Tuesday, August 24, 2010

Another post-Katrina reality

>>>A real social justice issue for post-Katrina New Orleans.


by Paul Murphy / Eyewitness News

wwltv.com

Posted on August 24, 2010 at 6:14 PM


NEW ORLEANS - Homelessness in the city has gotten worse in the five years since the Hurricane Katrina, not better according to a new report by the homeless advocacy group Unity of Greater New Orleans.

The group claims there is a secret explosion of hidden homeless people, living in the more than 55,000 abandoned buildings that dot the storm ravaged landscape of New Orleans.

Carrie Handy, 61, lived in a once flooded home on Laussat Place in the Upper Ninth Ward.

"I had to board all this up from the cold," Handy said pointing to the walls where mold soaked drywall was removed. "I had to put blankets over here to keep it warmer. I was comfortable in here. I think I did good for the three years I was in here, though. I did the best I can do."

Carrie and her older brother Jonnie Morgan, 65, lined the walls of the gutted home with plastic, cardboard, election signs and whatever they could find.

"It's been very, extremely pitiful," said Morgan. "It's been extremely uncomfortable, but as I say, we try to make it a home the best that we possible could."

The Unity study shows there are as many as 6,000 people living in Katrina's ruins across the city.

The group estimates about 1,500 people migrated to abandoned buildings after tent cities in Duncan Plaza and under the interstate disbanded.

According to the study, 75 percent of abandoned building dwellers are Katrina survivors and the vast majority suffer from mental illness, physical disabilities and other life threatening conditions.

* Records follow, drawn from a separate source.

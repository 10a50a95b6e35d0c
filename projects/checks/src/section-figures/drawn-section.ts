import { computed, linkedSignal, type Signal } from '@angular/core';
import type { ApiClient } from '../api/api-client';
import type { CheckAnswer, SectionLine } from '../contract';
import { answeredSection, typedSection, type SectionModel } from '../section-drawing/section-model';
import { catalogueLine } from '../section-fields/catalogue-line';
import type { SectionDraft } from '../section-fields/section-draft';
import { choiceOf, isOpen } from '../section-fields/section-shapes';

/** What a session is asked for to draw its section. */
interface Drawable {
  readonly client: Signal<ApiClient>;
  readonly answer: Signal<CheckAnswer | null>;
  readonly fresh: Signal<boolean>;
}

/** The section of a check: as it is typed, and once it is answered with what the answer says of it. */
export class DrawnSection {
  /** What the catalogue holds of the designation. */
  readonly line: Signal<SectionLine | null>;
  readonly answer = computed(() => this.session.answer());
  /** The section of the answer; its figures stand on it. */
  readonly answered = computed((): SectionModel | null => {
    const sketch = this.answer()?.section;
    return sketch ? answeredSection(sketch) : null;
  });
  /** Drawn while it is typed; while it cannot be drawn, as it was. */
  readonly model = linkedSignal<SectionModel | null, SectionModel | null>({
    source: () => (this.session.fresh() ? this.answered() : null) ?? this.typed(),
    computation: (model, before) => model ?? (this.isGiven() ? (before?.value ?? null) : null),
  });
  /** Whether torsion on it has parts; taken so while its shape is not known. */
  readonly isOpen = computed(() => {
    const shape = choiceOf(this.draft().way)?.shape ?? this.line()?.shape ?? this.model()?.shape;
    return isOpen(shape ?? 'I');
  });
  private readonly typed = computed(() => typedSection(this.draft(), this.line()));
  private readonly isGiven = computed(() => {
    const { way, designation, sizes } = this.draft();
    return way === 'designation' ? designation.trim() !== '' : Object.keys(sizes).length > 0;
  });

  /** Made where it is injected. */
  constructor(
    private readonly session: Drawable,
    private readonly draft: () => SectionDraft,
  ) {
    this.line = catalogueLine(session.client, () => {
      const { way, designation } = draft();
      return way === 'designation' ? designation : '';
    });
  }
}
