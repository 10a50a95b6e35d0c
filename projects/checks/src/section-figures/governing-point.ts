import type { CheckAnswer } from '../contract';

/** The point that governs an answer, where one does. */
export function governingPoint(answer: CheckAnswer): string | undefined {
  const { governing, utilisation, verifications } = answer;
  const alike = verifications.filter(({ id }) => id === governing);
  return (alike.find((one) => one.utilisation === utilisation) ?? alike[0])?.point;
}
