/**
 * `npm run bench`: requests a second of one process, each answer after its committed row, against a
 * bare Express echo of the same body in the same run. The figures of a busy machine are worth
 * little; the ratios hold.
 */
import { spawn } from 'node:child_process';
import { existsSync, readFileSync, rmSync } from 'node:fs';
import { join } from 'node:path';
import { createInterface } from 'node:readline';
import autocannon from 'autocannon';
import pg from 'pg';
import { build, output } from '../../scripts/lib/build.mjs';
import { makeEnding } from '../../scripts/lib/ending.mjs';
import { root } from '../../scripts/lib/home.mjs';
import { prepare, serviceEnvironment } from '../../scripts/lib/prepare.mjs';
import { startDatabase } from '../../scripts/lib/private-database.mjs';
import { makeTestHome } from '../../scripts/lib/test-home.mjs';

const seconds = Number(process.env.HEADTREE_BENCH_SECONDS ?? 5);
const rounds = 3;
const connections = 32;

const waler = {
  profile: 'uk-na',
  material: { type: 'steel', grade: 'S275' },
  section: 'UB 457x191x67',
  loadBasis: 'characteristic',
  spans: [3.0, 3.0, 2.4],
  overhangs: { start: 0.5 },
  loads: [
    { name: 'earth', nature: 'permanent', kind: 'uniform', value: 95 },
    { name: 'surcharge', nature: 'variable', category: 'surcharge', kind: 'uniform', value: 22 },
  ],
  restraint: 'at-supports',
  bearing: { length: 0.2 },
};
const refused = { ...waler, spans: [] };

/** @param {string} script @param {NodeJS.ProcessEnv} env */
async function start(script, env) {
  const child = spawn(process.execPath, [script], { env, stdio: ['ignore', 'pipe', 'inherit'] });
  ending.add(() => void child.kill('SIGKILL'));
  for await (const line of createInterface({ input: child.stdout })) {
    const { msg, port } = JSON.parse(line);
    if (msg !== 'listening') continue;
    child.stdout.resume();
    return { url: `http://127.0.0.1:${port}`, pid: child.pid ?? 0 };
  }
  throw new Error(`${script} ended before it listened.`);
}

/**
 * Processor time of a process so far, in ms: it tells the cost of a request on a busy machine too.
 *
 * @param {number} pid
 */
function processorTime(pid) {
  const file = `/proc/${pid}/stat`;
  if (!existsSync(file)) return NaN;
  // After the name in brackets come state and numbers; the 12th and 13th are in 1/100 s.
  const fields = readFileSync(file, 'utf8').split(') ')[1]?.split(' ') ?? [];
  return (Number(fields[11]) + Number(fields[12])) * 10;
}

/** @param {number[]} values */
const median = (values) => [...values].sort((a, b) => a - b)[values.length >> 1] ?? NaN;

/** @typedef {{ name: string, pid: number, url: string, body: object, status: number, key?: string }} Course */

/** @param {Course} course */
async function measure({ pid, url, body, status, key }) {
  const before = processorTime(pid);
  const result = await autocannon({
    url,
    method: 'POST',
    connections,
    duration: seconds,
    headers: {
      'Content-Type': 'application/json',
      ...(key && { Authorization: `Bearer ${key}` }),
    },
    body: JSON.stringify(body),
  });
  const wanted = result.statusCodeStats?.[String(status)]?.count ?? 0;
  if (wanted === 0) throw new Error(`${url} answered ${JSON.stringify(result.statusCodeStats)}`);
  const cost = (processorTime(pid) - before) / result.requests.total;
  const others = result.requests.total - wanted + result.errors;
  return { rate: wanted / result.duration, p99: result.latency.p99, cost, others };
}

const ending = makeEnding();
try {
  const home = await makeTestHome();
  ending.add(() => rmSync(home, { recursive: true, force: true }));
  await build();
  const { urls } = await startDatabase({ home, database: 'bench', ending, throwAway: true });
  const { demoKey } = await prepare(urls, {});
  const owner = new pg.Client({ connectionString: urls.owner });
  // Ended below; at a failure the cluster is stopped under it.
  owner.on('error', () => undefined);
  await owner.connect();
  await owner.query('UPDATE api_keys SET rate_limit = 2000000000');

  const env = serviceEnvironment(urls, {
    HEADTREE_DATABASE_OWNER_URL: undefined,
    HEADTREE_PORT: '0',
    HEADTREE_LOG: 'info',
  });
  const service = await start(join(output, 'main.js'), env);
  const echo = await start(join(root, 'test/bench/echo.mjs'), process.env);
  const key = demoKey ?? '';
  const path = `${service.url}/v1/checks/waler`;
  const { pid } = service;
  /** @type {Course[]} */
  const courses = [
    { name: 'Express echo', pid: echo.pid, url: `${echo.url}/echo`, body: waler, status: 200 },
    { name: 'refused (422)', pid, url: `${path}?detail=summary`, body: refused, status: 422, key },
    { name: 'waler, summary', pid, url: `${path}?detail=summary`, body: waler, status: 200, key },
    { name: 'waler, full', pid, url: path, body: waler, status: 200, key },
  ];

  for (const course of courses) await measure(course);
  /** @type {Map<string, { rate: number, p99: number, cost: number, others: number }[]>} */
  const results = new Map(courses.map(({ name }) => [name, []]));
  for (let round = 0; round < rounds; round++)
    for (const course of courses) results.get(course.name)?.push(await measure(course));

  const rateOf = (/** @type {string} */ name) =>
    median((results.get(name) ?? []).map(({ rate }) => rate));
  const yardstick = rateOf('Express echo');
  console.log('');
  console.log(`${connections} connections, ${rounds} rounds of ${seconds} s, medians`);
  for (const [name, measured] of results) {
    const rate = rateOf(name);
    const p99 = median(measured.map((each) => each.p99));
    const cost = median(measured.map((each) => each.cost));
    const columns = [
      name.padEnd(16),
      `${rate.toFixed(0)}/s`.padStart(9),
      (rate / yardstick).toFixed(2).padStart(6),
      `p99 ${p99} ms`.padStart(12),
      `${cost.toFixed(2)} ms of processor each`,
    ];
    const others = measured.reduce((sum, each) => sum + each.others, 0);
    if (others > 0) columns.push(`${others} answered otherwise`);
    console.log(columns.join('  '));
  }
  const { rows } = await owner.query('SELECT count(*)::int AS rows FROM usage_events');
  console.log(`${rows[0].rows} rows in the log`);
  await owner.end();
} finally {
  await ending.end();
}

"They're living in a house that's not a home," said Unity Executive Director Martha Kegel. "It has no electricity. It has no running water. Frequently, there's gaping holes in the roof, gaping holes in the wall. There are rats. There are mosquitos."

"I didn't have no where to go, no job, no home, no trailers, no nothing," said Handy. "That's how I got here."

A few months ago, Unity found Handy a small apartment.

Her brother however, still lives in conditions that continue to worsen by the day.

"New Orleans is a great city," said Handy. "If the politicians would just get together, you know and take all these abandoned houses and fix them up for people that is homeless, there would be no homeless people."

As bad as the homelessness problem has been post Katrina, Unity says it's actually gotten worse in recent years with the downturn in the national economy and the BP oil spill.

"It's a crisis," said Kegel. "Just because people can't see it, doesn't mean that we don't have to solve the problem."

For many, the dream of renewal and recovery 5 years after Katrina, remains a dream unfulfilled.

"With a home or without the home, you still got to survive," said Handy.

There were approximately 10,000 homeless people living in New Orleans before Katrina.

The Unity study shows that number has now nearly doubled to about 20,000 thousand since the storm.